*** DATA SECTION ***

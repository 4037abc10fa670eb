"""Describe surfaces once, sweep every operating point, get a ranked answer.

`sweep` evaluates the whole chain (working-fluid angles, onset of boiling,
active cavities, bubble departure, nucleate superheat at the design heat flux,
critical heat flux and its margin) over labelled grids of surfaces, pressures
or temperatures, heat fluxes, orientations and subcoolings, and returns an
`xarray.Dataset`; with ``chunks=`` the same call is lazy on dask (and runs on
a `dask.distributed` cluster when a client is active). `screen` flattens it
to a `pandas.DataFrame` ranked by CHF margin.

Every quantity is computed for all grid points in one pass per block (one
NumPy-level evaluation of the chain per chunk), and every kernel reports the
points where an input left its published validity range (`flag` variables),
so that a result table can say which rows are extrapolations.

.. warning::
   CHF margins computed here inherit the uncertainty of the correlations
   (tens of percent) and their validity ranges. Apply safety margins and
   defer to local codes and licensed engineering practice.
"""

from __future__ import annotations

import contextvars
import math
from typing import Any, Dict, Iterable, List, Mapping, NamedTuple, Optional, Sequence, Tuple, Union

import numpy as np

from . import boiling, chf, departure, nucleation, wetting
from ._api import _coerce, capture_validity, kernel
from ._errors import _STATE, InvalidValueError, WetboilError, WetboilTypeError, WetboilValueError, WetboilWarning, _warn, dropped_warnings, errstate
from .fluids import _SUPPLIED, FIELDS, UNITS, Saturation, from_coolprop, water
from .surface import Surface, WorkingAngles

__all__ = ["sweep", "screen", "ranked_table", "water_chain", "WaterChain", "DEFAULT_METHODS", "QUANTITIES",
           "METHOD_CHOICES", "STATE_FLAG"]

#: Methods used when `methods` does not say otherwise.
DEFAULT_METHODS: Dict[str, Any] = {
    "onset": "hsu",
    "departure": "fritz",
    "frequency": "zuber",
    "nucleate": "auto",
    "chf": ("kandlikar", "zuber"),
}
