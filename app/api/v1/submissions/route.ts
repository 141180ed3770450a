import { handleRoute } from "@/lib/api/handle-route";
import { readFormData } from "@/lib/api/request-input";
import { apiRoutes } from "@/lib/api/routes";
import { getDb } from "@/lib/db/client";
import { listSubmissions } from "@/lib/submissions/list-submissions";
import { submitJsonRows } from "@/lib/submissions/submit-json-rows";
import { acceptUploadForm } from "@/lib/submissions/upload-form";

export const GET = handleRoute(apiRoutes.listSubmissions, async ({ query }) => ({ items: await listSubmissions(getDb(), query) }));

export const POST = handleRoute(apiRoutes.createSubmission, async ({ request, body, actor }) => {
  // A JSON body has been parsed by the route definition; otherwise the request is a file upload form.
  const result = body ? await submitJsonRows(getDb(), body, actor) : await acceptUploadForm(getDb(), await readFormData(request), actor);
  // Nothing new was stored for content identical to the current submission: 200, not 201.
  return result.unchanged ? Response.json(result, { status: 200 }) : result;
});
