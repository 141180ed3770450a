import { handleRoute } from "@/lib/api/handle-route";
import { apiRoutes } from "@/lib/api/routes";
import { getDb } from "@/lib/db/client";
import { listSubmissions } from "@/lib/submissions/list-submissions";
import { submitJsonRows } from "@/lib/submissions/submit-json-rows";
import { acceptUploadForm } from "@/lib/submissions/upload-form";

export const GET = handleRoute(apiRoutes.listSubmissions, async ({ query }) => ({ items: await listSubmissions(getDb(), query) }));

export const POST = handleRoute(apiRoutes.createSubmission, async ({ form, body, actor }) => {
  // A file upload's form was read (to find its site) before authorization; otherwise the JSON body was parsed.
  const result = form ? await acceptUploadForm(getDb(), form, actor) : await submitJsonRows(getDb(), body, actor);
  // Nothing new was stored for content identical to the current submission: 200, not 201.
  return result.unchanged ? Response.json(result, { status: 200 }) : result;
});
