import { handleRoute } from "@/lib/api/handle-route";
import { apiRoutes } from "@/lib/api/routes";
import { getDb } from "@/lib/db/client";
import { listSubmissions } from "@/lib/submissions/list-submissions";
import { submitJsonRows } from "@/lib/submissions/submit-json-rows";

export const GET = handleRoute(apiRoutes.listSubmissions, async ({ query }) => ({ items: await listSubmissions(getDb(), query) }));

export const POST = handleRoute(apiRoutes.createSubmission, async ({ body, actor }) => {
  const result = await submitJsonRows(getDb(), body, actor);
  // Nothing new was stored for rows identical to the current submission: 200, not 201.
  return result.unchanged ? Response.json(result, { status: 200 }) : result;
});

***

**EXERCISE OBJECTIVE**
Give back, word for word, only the lines above from the line holding "(and runs on" to the line holding "import math", both included.

**TASK RESULT**
`xarray.Dataset`; with ``chunks=`` the same call is lazy on dask (and runs on
a `dask.distributed` cluster when a client is active). `screen` flattens it
to a `pandas.DataFrame` ranked by CHF margin.

Every quantity is computed for all grid points in one pass per block (one
NumPy-level evaluation of the chain per chunk), and every kernel reports the
points where an input left its published validity range (`flag` variables),
so that a result table can say which rows are extrapolations.

.. warning::
   CHF margins computed here inherit the uncertainty of the correlations
   (tens of percent) and their validity ranges. Apply safety margins and
   defer to local codes and licensed engineering practice.
"""

from __future__ import annotations

import contextvars
import math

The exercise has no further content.